Degradation and recovery of microbial strains.

Degradation of the species With the extension of the shelf life of the species or the multiple transfer of the species, the excellent genetic characteristics of the species themselves may be continued or may mutate.
variants have positive (spontaneous mutation) and negative variation, where negative variation is the deterioration of the strain's productive symptoms or the loss of some genetic markers are called the degradation of the strain.
in production practice, however, it is necessary to distinguish between the morphological and physiological variations and the degradation of strains due to changes in culture conditions.
because the production performance of good strains is closely related to fermentation process conditions.
If the culture conditions change, such as the lack of certain elements in the medium, it will lead to a decrease in the number of spores produced, will also cause changes in spore color, temperature, pH changes will also cause fermentation yield fluctuations.
all of this, as long as conditions return to normal, the original properties of the species can return to normal, so these causes of species changes can not be called species degradation.

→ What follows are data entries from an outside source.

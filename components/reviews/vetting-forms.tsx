"use client";

import { useActionState } from "react";
import { Button } from "@/components/ui/button";
import { TextArea } from "@/components/ui/field";
import { FormMessage } from "@/components/ui/form-message";
import type { FormResult } from "@/lib/validations/auth";

type Action = (previous: FormResult | null, form: FormData) => Promise<FormResult>;

/** Approve (the reviewer role and profile) or decline with a reason the applicant reads. */
export function VettingForms({ applicantName, approve, decline }: { applicantName: string; approve: Action; decline: Action }) {
  const [approved, approveAction, approving] = useActionState(approve, null);
  const [declined, declineAction, declining] = useActionState(decline, null);
  const reasonError = declined && !declined.ok ? declined.fieldErrors.reason : undefined;
  return (
    <div className="grid gap-4 md:grid-cols-2">
      <form action={approveAction} className="space-y-2" aria-label={`Approve ${applicantName}`}>
        <p className="text-sm text-graphite-700">Approving grants the reviewer role and makes the profile; the applicant is e-mailed and then connects a payout account.</p>
        <FormMessage tone="error" message={approved && !approved.ok ? approved.message : undefined} />
        <Button type="submit" disabled={approving || declining}>
          {approving ? "Approving…" : `Approve ${applicantName}`}
        </Button>
      </form>
      <form action={declineAction} className="space-y-2" aria-label={`Decline ${applicantName}`}>
        <TextArea name="reason" label="Reason for declining" hint="The applicant reads this." rows={2} maxLength={2000} error={reasonError} />
        <FormMessage tone="error" message={declined && !declined.ok ? declined.message : undefined} />
        <Button type="submit" variant="secondary" disabled={approving || declining}>
          {declining ? "Declining…" : "Decline"}
        </Button>
      </form>
    </div>
  );
}
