import { Markdown } from "@/components/markdown";
import { ButtonLink } from "@/components/ui/button";
import { Card } from "@/components/ui/card";
import type { ReviewerCard as Reviewer } from "@/db/queries/reviews";
import { formatMoney } from "@/lib/format/money";
import { ExpertiseTags } from "./expertise-tags";

/** One reviewer on the list: who, what they know, their price per review, and the way to book them. */
export function ReviewerCard({ reviewer, bookable }: { reviewer: Reviewer; bookable: boolean }) {
  return (
    <Card className="space-y-3" data-testid="reviewer-card" data-reviewer={reviewer.userId}>
      <header className="flex flex-wrap items-baseline justify-between gap-2">
        <h2 className="text-xl font-semibold">{reviewer.name}</h2>
        <p className="text-sm text-graphite-600">
          <span className="font-mono text-base font-semibold text-graphite-900" data-testid="reviewer-price">
            {formatMoney(reviewer.priceMinor, reviewer.currency)}
          </span>{" "}
          per review
        </p>
      </header>
      <ExpertiseTags expertise={reviewer.expertise} />
      <Markdown minHeadingLevel={3}>{reviewer.profileMd}</Markdown>
      {bookable ? (
        <ButtonLink href={`/reviews/new?reviewer=${encodeURIComponent(reviewer.userId)}`} aria-label={`Book a review with ${reviewer.name}`}>
          Book a review
        </ButtonLink>
      ) : null}
    </Card>
  );
}
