import { StateBadge } from "@/components/ui/state-badge";
import type { CheckpointVerdict } from "@/db/schema/reviews";
import { VERDICT_LABELS } from "@/lib/reviews/labels";

/** The reviewer's verdict as its word; "stop" is the one place the deep red is used in a report. */
export function VerdictTag({ verdict }: { verdict: CheckpointVerdict }) {
  const entry = VERDICT_LABELS[verdict];
  return <StateBadge label={entry.label} tone={entry.tone} />;
}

Common bacteria degradation phenomenon, the most easily detected is the fall morphology, cell morphology and physiology and other aspects of changes, such as changes in the color of the fall, the appearance of malformed cells, etc. ; After the production of "bare" phenomenon, resulting in the production of spores inoculation difficulties, as well as the metabolic activities of the species, the production capacity of metabolites or its parasitic capacity to the host significantly decreased, such as the decline of the ability to carbasin glycerin, the reduction of antimicrobial fermentation units, the decline of the starch enzyme production capacity of herb.
all of this is detrimental to fermentation production.
, in order for the good character of the bacteria to last, it is necessary to do a good job in the recovery of the bacteria.
that is, thoroughbred separation and performance determination are carried out on a regular basis before the excellent characteristics of each strain are degraded.
the main cause of the degradation of these strains is the negative mutation of the gene in question.
when a negative mutation occurs in the gene that controls production, it causes a decrease in yield, and when a negative mutation occurs in the gene that controls spore production, the spore production performance of the species decreases.
generally speaking, the degradation of bacteria is a gradual evolution from quantity to quality.
At the beginning, only individual cells in the group have negative mutations, when not timely detection and use effective measures and the transfer of species, will cause the proportion of negative mutant individuals in the group gradually increased, and finally dominant, so that the whole group showed serious degradation.
Therefore, the performance of the mutation in quantity depends on the transmission, that is, the strain is under certain conditions, the group multiplys many times, can make the degenerative cells gradually dominant in the number, so the degenerative character of the performance is more obvious, gradually become a degraded strain.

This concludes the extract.